A group of friends decide to visit a forest on the city’s outskirts, despite the warning and restrictions placed due to a strange moss that has recently invaded the area. The characters play, sing, and display their bodies freely in this place, where reality warps gradually and intertwines with their stories, fantasies, and dreams.
You Made Me See the Sky is a neo-pastoral and queer film where the organic merges with the inorganic. A group of queer people go on an expedition into the heart of the forest, transgressing the limits imposed by the authorities and entering an area contaminated with lichens that grow and expand uncontrollably. Not only do these lichens take over the space, but they also intoxicate the minds of those who touch them. However, the queer touch produces a kind of fusion that feels like a second transgression. The space of the forest being is reclaimed and absorbed by the body, only to become a digital matrix, warm and red, flickering in the dark like a home to return to. (Emilian Lungu)
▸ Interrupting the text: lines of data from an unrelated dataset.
static void every_row_is_physically_sane(void **state) {
    (void)state;
    for (size_t i = 0; i < gk_gas_count(); ++i) {
        const gk_gas *g = gk_gas_at(i);
        double m = (double)g->molar_mass.kg_per_mol, tc = (double)g->critical_temperature.k;
        double pc = (double)g->critical_pressure.pa, w = (double)g->acentric_factor;
        double a = (double)g->vdw_a, b = (double)g->vdw_b, gamma = (double)g->heat_capacity_ratio;
        double sigma = (double)g->collision_diameter;
        print_message("%-26s %-8s M=%.6g Tc=%.6g Pc=%.6g w=%.4g a=%.4g b=%.4g gamma=%.5g sigma=%.4g\n",
                      g->name, g->formula, m, tc, pc, w, a, b, gamma, sigma);
        /* lightest H2 2.016 g/mol, heaviest SF6 146 g/mol in this table */
        assert_true(m > 1.9e-3 && m < 0.2);
        /* He 5.2 K ... water 647 K; 0.2 MPa (He) ... 22.1 MPa (water) */
        assert_true(tc > 5.0 && tc < 700.0);
        assert_true(pc > 0.2e6 && pc < 23e6);
        assert_true(w > -0.5 && w < 1.5);
        /* ideal-gas cp/cv: > 1, at most 5/3 (monatomic, kinetic theory); 0 = unknown */
        assert_true(gamma >= 0.0);
        if (gamma > 0.0) {
            assert_true(gamma > 1.0);
            assert_true(gamma <= 5.0 / 3.0 + 1e-6);
        }
        /* van der Waals: both given or both derived (0) */
        assert_true((a > 0.0 && b > 0.0) || (a <= 0.0 && b <= 0.0));
        assert_true(a >= 0.0 && b >= 0.0);
        /* molecular diameters are 2 ... 6 angstrom; 0 = unknown */
        assert_true(sigma >= 0.0);
        if (sigma > 0.0) assert_true(sigma > 2e-10 && sigma < 6e-10);
    }
}

static void molar_masses_from_iupac_atomic_weights(void **state) {
    (void)state;
    /* Recomputed here from IUPAC/CIAAW 2021 standard (conventional) atomic weights. */
    static const struct { const char *formula; double g_per_mol; } cases[] = {
        {"N2", 2 * AW_N}, {"O2", 2 * AW_O}, {"Ar", AW_AR}, {"He", AW_HE}, {"H2", 2 * AW_H},
        {"CO2", AW_C + 2 * AW_O}, {"CO", AW_C + AW_O}, {"H2O", 2 * AW_H + AW_O},
        {"CH4", AW_C + 4 * AW_H}, {"C3H8", 3 * AW_C + 8 * AW_H}, {"NH3", AW_N + 3 * AW_H},
        {"n-C4H10", 4 * AW_C + 10 * AW_H}, {"i-C4H10", 4 * AW_C + 10 * AW_H},
        {"SF6", AW_S + 6 * AW_F}, {"H2S", 2 * AW_H + AW_S}, {"NF3", AW_N + 3 * AW_F},
        {"CH2FCF3", 2 * AW_C + 2 * AW_H + 4 * AW_F},
    };
    for (size_t i = 0; i < sizeof cases / sizeof cases[0]; ++i) {
        assert_rel(must_find(cases[i].formula)->molar_mass.kg_per_mol, cases[i].g_per_mol * 1e-3,
                   GK_TOL(1e-12, 1e-6));
    }
    /* Printed values to compare with (IUPAC-based, common practice): CO2 44.009, H2O 18.015,
       SF6 146.05, R-134a 102.03 g/mol. */
    assert_rel(must_find("CO2")->molar_mass.kg_per_mol, 44.009e-3, GK_TOL(1e-12, 1e-6));
    assert_rel(must_find("H2O")->molar_mass.kg_per_mol, 18.015e-3, GK_TOL(1e-12, 1e-6));
    /* printed to 0.01 g/mol: half a unit of the last digit */
    assert_rel(must_find("SF6")->molar_mass.kg_per_mol, 146.05e-3, 0.005 / 146.05);
    assert_rel(must_find("R-134a")->molar_mass.kg_per_mol, 102.03e-3, 0.005 / 102.03);
}

static void air_is_the_iso_2533_pseudo_pure_gas(void **state) {
    (void)state;
    const gk_gas *air = must_find("air");
    /* ISO 2533:1975 / U.S. Standard Atmosphere 1976: M = 28.9644 g/mol, gamma 1.40. */
    assert_rel(air->molar_mass.kg_per_mol, 28.9644e-3, GK_TOL(1e-12, 1e-6));
    assert_rel(air->heat_capacity_ratio, 1.4, GK_TOL(1e-12, 1e-6));
    /* Sea-level speed of sound 340.294 m/s (ISO 2533:1975, sea-level table) from the table's gamma
       and M at 288.15 K; ISO 2533 uses R* = 8.31432 J/(mol K), about 2e-5 below CODATA R, so
       the CODATA figure is about 1e-5 higher: tolerance 3e-5. */
    double c = sqrt((double)air->heat_capacity_ratio * 8.314462618 * 288.15 /
                    (double)air->molar_mass.kg_per_mol);
    assert_rel(c, 340.294, 3e-5);
    /* Pseudo-critical point: maxcondentherm of air 132.63 K, 3.785 MPa (Lemmon et al. 2000,
       from memory); the table's approximate 132.5 K / 3.77 MPa must be within 1 %. */
    assert_rel(air->critical_temperature.k, 132.63, 0.01);
    assert_rel(air->critical_pressure.pa, 3.785e6, 0.01);
}

static void water_critical_point_is_iapws(void **state) {
    (void)state;
    const gk_gas *w = must_find("water");
    /* Critical point of water 647.096 K, 22.064 MPa (IAPWS R2-83(1992), the release on the
       critical-point values of ordinary and heavy water; also used by IAPWS-95 and IF97). */
    assert_rel(w->critical_temperature.k, 647.096, GK_TOL(1e-12, 1e-6));
    assert_rel(w->critical_pressure.pa, 22.064e6, GK_TOL(1e-12, 1e-6));
}

static void handbook_van_der_waals_constants(void **state) {
    (void)state;
    /* CRC Handbook, "Van der Waals constants for gases" (older table; CO2 and H2 from the newer
       table; from memory); a in bar L2/mol2 (x 0.1 -> Pa m6/mol2), b in L/mol
       (x 1e-3 -> m3/mol). */
    static const struct { const char *formula; double a_bar_l2; double b_l; } crc[] = {
        {"He", 0.0346, 0.0238}, {"N2", 1.370, 0.0387}, {"O2", 1.382, 0.03186},
        {"Ar", 1.355, 0.03201}, {"H2O", 5.537, 0.03049}, {"NH3", 4.225, 0.03713},
        {"CH4", 2.303, 0.04310}, {"CO2", 3.658, 0.0429}, {"H2", 0.2452, 0.0265},
    };
    for (size_t i = 0; i < sizeof crc / sizeof crc[0]; ++i) {
        const gk_gas *g = must_find(crc[i].formula);
        assert_rel(g->vdw_a, crc[i].a_bar_l2 * 0.1, GK_TOL(1e-12, 1e-6));
        assert_rel(g->vdw_b, crc[i].b_l * 1e-3, GK_TOL(1e-12, 1e-6));
    }
}

static void critical_data_reproduce_handbook_van_der_waals(void **state) {
    (void)state;
    /* The CRC constants are fitted to critical data (common practice), so a = 27 R^2 Tc^2/(64 Pc),
       b = R Tc/(8 Pc) from the table's Tc, Pc must reproduce them within a few percent. This
       checks the critical data of the table against an independent published table. Observed
       agreement is better than 0.3 % (H2 b: 0.9 %); tolerance 2 %. */
    static const char *const formulas[] = {"N2", "O2", "Ar", "CH4", "CO2", "He", "H2", "H2O", "NH3"};
    const double r = 8.314462618; /* CODATA 2018 */
    for (size_t i = 0; i < sizeof formulas / sizeof formulas[0]; ++i) {
        const gk_gas *g = must_find(formulas[i]);
        double tc = (double)g->critical_temperature.k;
        double pc = (double)g->critical_pressure.pa;
        double a = 27.0 * r * r * tc * tc / (64.0 * pc);
        double b = r * tc / (8.0 * pc);
        assert_rel(a, g->vdw_a, 0.02);
        assert_rel(b, g->vdw_b, 0.02);
    }
}

static void heat_capacity_ratios_follow_kinetic_theory(void **state) {
    (void)state;
    /* Monatomic ideal gas: 5/3 exactly. Diatomic gases with little vibrational excitation at
       298 K: near the rigid-rotor 7/5 (kinetic theory, common practice), within 0.5 %. (NO is
       left out: its low-lying electronic level adds to cp, gamma 1.386.) */
    static const char *const mono[] = {"He", "Ne", "Ar", "Kr", "Xe"};
    static const char *const di[] = {"N2", "O2", "H2", "CO", "HCl"};
    for (size_t i = 0; i < sizeof mono / sizeof mono[0]; ++i)
        assert_rel(must_find(mono[i])->heat_capacity_ratio, 5.0 / 3.0, GK_TOL(1e-12, 1e-6));
    for (size_t i = 0; i < sizeof di / sizeof di[0]; ++i)
        assert_rel(must_find(di[i])->heat_capacity_ratio, 1.4, 0.005);
    /* CO2 ideal-gas cp 37.135 J/(mol K) at 298.15 K (NIST-JANAF, from memory): gamma 1.2885. */
    assert_rel(must_find("CO2")->heat_capacity_ratio, 37.135 / (37.135 - 8.314462618), 1e-4);
}

static void graham_ratio_of_hydrogen_to_oxygen(void **state) {
    (void)state;
    /* Graham's law (common practice), IUPAC 2021 atomic weights: effusion rate ratio H2 (2.016) :
       O2 (31.998) ~ 3.98. */
    double ratio = sqrt((double)must_find("O2")->molar_mass.kg_per_mol /
                        (double)must_find("H2")->molar_mass.kg_per_mol);
    assert_rel(ratio, 3.98, 1e-3);
}

/* The scan of a key is bounded (gas.h): a text of GK_GAS_KEY_MAX + 1 characters without a NUL
   within them is not found and is read no further (AddressSanitizer would catch a read past the
   array); every key of the table fits. */
static void key_scan_is_bounded(void **state) {
    (void)state;
    char longest[GK_GAS_KEY_MAX + 1];
    const gk_gas *g = NULL;
    memset(longest, 'N', sizeof longest);
    assert_status(gk_gas_find(longest, &g), GK_ERR_NOT_FOUND);
    assert_null(g);
    for (size_t i = 0; i < gk_gas_count(); ++i) {
        assert_true(strlen(gk_gas_at(i)->name) <= GK_GAS_KEY_MAX);
        assert_true(strlen(gk_gas_at(i)->formula) <= GK_GAS_KEY_MAX);
    }
}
Luis Esguerra Cifuentes graduated in Audiovisual Communication and Multimedia, and in Social Communication and Journalism from La Sabana University (Bogotá, Colombia). Between 2017 and 2018, he worked as a programming assistant for the Cartagena de Indias lFF (FICCI) and, from 2018 to 2020, he was a programming coordinator at the Bogotá IFF, where he currently works as a programmer. In 2019 he founded the production and distribution firm Bruma Cine. His first experimental short film, Lo Espeso (2018), was screened at international film festivals in Brazil, Spain and Mexico, among other countries. The Night Shatters My Shadows (2020), has been presented at festivals including the 42nd Havana FF and the Twelfth UNAM IFF (FICUNAM).